Вдоволь насмотревшись на «решку», я берусь за фокусы, которым учил меня папа. Зажимаю монетку между пальцами, то выводя ее наружу, то снова пряча. «Важно, в чем ты хочешь уверить публику, — учит папа. — Но не менее важно, во что публика сама хочет поверить. Люди хотят, чтобы ты как по волшебству достала монету из уха. Будешь достаточно проворна и ловка, они поверят».
Не свожу с монетки глаз. «Решка» — и мама с папой не разведутся. «Решка» — и папа просто взял тайм-аут, а сарай — временная мера. Затаив дыхание, подкидываю...
Я смотрю, как Люси говорит по телефону, как ходит туда-сюда, рассматриваю веснушку на шее — смотрю, смотрю, смотрю. Может, в скейт-парке, перед моей стеной, я скажу ей правду? Или лучше показать ей стену с Бертом? Вроде как познакомить их.
А еще можно отвести ее в доки, где у меня нарисованы весы. Как те, что я видел у Вермеера, на картине «Женщина, занятая весами». Миссис Джей когда-то говорила мне, что те весы — мера чего-то важного, типа поступков или души. Мы с Бертом пошли на выставку Вермеера, и когда стояли у картины, я спросил: «Что нужно, чтоб душа не оказалась легкой?» «Про душу не знаю, но жить человек должен правильно. Если живешь неправильно, то и смысла нет».

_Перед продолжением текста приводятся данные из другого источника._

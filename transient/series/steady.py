"""Steady flow in closed form: plates, pipe, axial and rotating annulus, with slip and shear-free walls."""

from __future__ import annotations

from dataclasses import dataclass
from functools import lru_cache

import numpy as np

from transient.series.gapshape import FREE, GapShape, SeriesError


def log_rest(x: np.ndarray | float) -> np.ndarray | float:
    """log(1 + x) - x + x^2/2 without cancellation, x >= 0."""
    x = np.asarray(x, dtype=float)
    small = np.minimum(x, 0.25)
    series = np.zeros_like(x)
    for k in range(30, 2, -1):
        series = (1.0 if k % 2 else -1.0) / k + small * series
    return np.where(x < 0.25, small**3 * series, np.log1p(x) - x + x * x / 2)


@dataclass(frozen=True, eq=False)
class SteadyFlow:
    """Three unit steady flows: lower wall's speed, upper wall's speed, pressure drop per length (rows).

    Each is a sum of four profiles, columns of ``weights`` (3, 4): a constant, the wall-driven profiles that vanish at
    the lower and at the upper wall, and that of the unit pressure drop.  Dimensionless as in ``GapShape``.
    """

    shape: GapShape
    weights: np.ndarray

    def velocity(self, y: np.ndarray) -> np.ndarray:
        """(3, k) at ``y`` (k,)."""
        return self.weights @ _profiles(self.shape, y)[0]

    def stress(self) -> np.ndarray:
        """(3, 2): traction on the lower and upper wall."""
        gradient = self.weights @ _profiles(self.shape, np.array([0.0, 1.0]))[1]
        return gradient * np.array([self.shape.levers[0], -self.shape.levers[1]]) * self.shape.grips

    def mean(self) -> np.ndarray:
        """(3,) section average; in a rotating gap of the tangential speed over the radius."""
        return self.weights @ _means(self.shape)


@lru_cache(maxsize=512)
def steady_flow(shape: GapShape) -> SteadyFlow:
    """Unit steady flows of a gap.  Raises SeriesError where nothing holds the fluid back."""
    if shape.unrestrained:
        raise SeriesError("no wall holds the fluid back, so there is no steady state")
    value, slope = _profiles(shape, np.array([0.0, 1.0]))
    low = _condition(shape.lower, value[:, 0], -slope[:, 0])
    high = _condition(shape.upper, value[:, 1], slope[:, 1])
    if shape.axis:
        low = np.array([0.0, 1.0, 0.0, 0.0])
    # Two walls that hold: each speed in the profile that vanishes at the other wall, so that small values stay exact.
    # Else a constant carries the speed of the one wall there is.
    pair = [1, 2] if shape.grips.all() else [0, 1]
    weights = np.zeros((3, 4))
    for i, right in enumerate(np.eye(3)):
        known = shape.grips * right[:2] - right[2] * np.array([low[3], high[3]])
        weights[i, pair] = _solve(low[pair], high[pair], known)
        weights[i, 3] = right[2]
    if shape.metric == 3:
        weights[2] = 0.0
    return SteadyFlow(shape, weights)


def _solve(low: np.ndarray, high: np.ndarray, known: np.ndarray) -> np.ndarray:
    """Both amounts by Cramer's rule, which keeps zeros."""
    determinant = low[0] * high[1] - low[1] * high[0]
    return np.array([known[0] * high[1] - known[1] * low[1], known[1] * low[0] - known[0] * high[0]]) / determinant


def _condition(slip: float, value: np.ndarray, outward: np.ndarray) -> np.ndarray:
    return outward if slip == FREE else value + slip * outward


def _profiles(shape: GapShape, y: np.ndarray) -> tuple[np.ndarray, np.ndarray]:
    """((4, k) profiles, (4, k) their slopes); the wall-driven ones have slopes 1 and -1 at the lower wall."""
    a, b, r = shape.a, shape.b, shape.a + y
    one, zero, down = np.ones_like(y), np.zeros_like(y), 1.0 - y
    if shape.metric == 0:
        return np.stack([one, y, down, -y * y / 2]), np.stack([zero, one, -one, -y])
    if shape.axis:
        return np.stack([one, zero, zero, -y * y / 4]), np.stack([zero, zero, zero, -y / 2])
    if shape.metric == 1:
        logarithm = np.log1p(y / a)
        wide = -y * (2 * a + y) / 4 + a * a / 2 * logarithm
        narrow = -y * y / 2 + a * a / 2 * log_rest(y / a)
        drop = np.where(y > a / 4, wide, narrow)
        return (
            np.stack([one, a * logarithm, a * np.log1p(down / r), drop]),
            np.stack([zero, a / r, -a / r, -y * (2 * a + y) / (2 * r)]),
        )
    up = a * y * (2 * a + y) / (2 * r * r)
    return (
        np.stack([one, up, a**3 * down * (b + r) / (2 * (r * b) ** 2), zero]),
        np.stack([zero, (a / r) ** 3, -((a / r) ** 3), zero]),
    )


def _means(shape: GapShape) -> np.ndarray:
    """Means of the four profiles (integrals by hand); narrow gaps by what is left of the logarithm."""
    a, b = shape.a, shape.b
    if shape.metric == 0:
        return np.array([1.0, 0.5, 0.5, -1.0 / 6.0])
    if shape.axis:
        return np.array([1.0, 0.0, 0.0, -1.0 / 8.0])
    x, wide = 1.0 / a, a < 4
    rest, logarithm = float(log_rest(x)), float(np.log1p(x))
    if shape.metric == 1:
        if wide:
            up = a * (b * b / 2 * logarithm - (2 * a + 1) / 4)
            down = a * ((2 * a + 1) / 4 - a * a / 2 * logarithm)
            drop = -((2 * a + 1) ** 2) / 16 + a / 2 * up
        else:
            up = a * (0.5 - x * x / 4 + b * b * rest / 2)
            down = a * logarithm * shape.volume - up
            drop = -a / 4 - 3 / 16 + (a * b) ** 2 * rest / 4
        return np.array([1.0, up / shape.volume, down / shape.volume, drop / shape.volume])
    up = a / 2 * (a + 0.5 - a * a * logarithm if wide else 1.0 - a * a * rest)
    total = a * (2 * a + 1) / (2 * b * b) * shape.volume
    down = a**3 / 2 * (logarithm - (2 * a + 1) / (2 * b * b)) if wide else total - up
    return np.array([shape.volume, up, down, 0.0])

Люси поглядывает на меня во время разговора, но, кроме восклицаний «О Боже», «не надо» и «нет», я ничего не слышу.
Лео, что ты ей рассказываешь? Я судорожно пытаюсь придумать, почему не сказал правду. Наконец она подходит и протягивает мне трубку.
— Все в порядке? — спрашиваю я.
— Отлично, — отвечает она улыбаясь.
Я перевожу дух. «Пронесло», — мелькает у меня в голове, пока я меняю дислокацию, чтоб поговорить с Лео по телефону. Его смех я слышу еще до того, как поднес трубку к уху.
— Вы что, свалились с холма? — веселится он. — Вот умора!
— Конечно, умора, — шепчу я. — Тьма хоть глаз выколи, а вызывать полицию, собираясь на грабеж, как-то не с руки. Если копы меня заметут, они могут решить, что Люси тоже как-то замешана.
Лео больше не хохочет.
— Точняк, полицейских вызывать не надо. Слушай, мы с Диланом скоро сваливаем за фургоном. Потом вернемся за девчонками, а к половине второго можем заехать в парк — к тому времени вы как раз закончите восхождение.
С шепота я перехожу на шелест:
— Нельзя раскатывать с ними в фургоне для побега!
— Может, не будем называть его «фургон для побега»? Мало ли что придет людям в голову.
— А как прикажешь его называть?
— Может, ограничимся просто «фургоном»?
— Сути дела это не меняет, как и того, что дело — дрянь. Девчонок могут увидеть. — Я оглядываюсь на Люси, которая сидит в пятне электрического света и подкидывает монетку. — Не втягивай ее.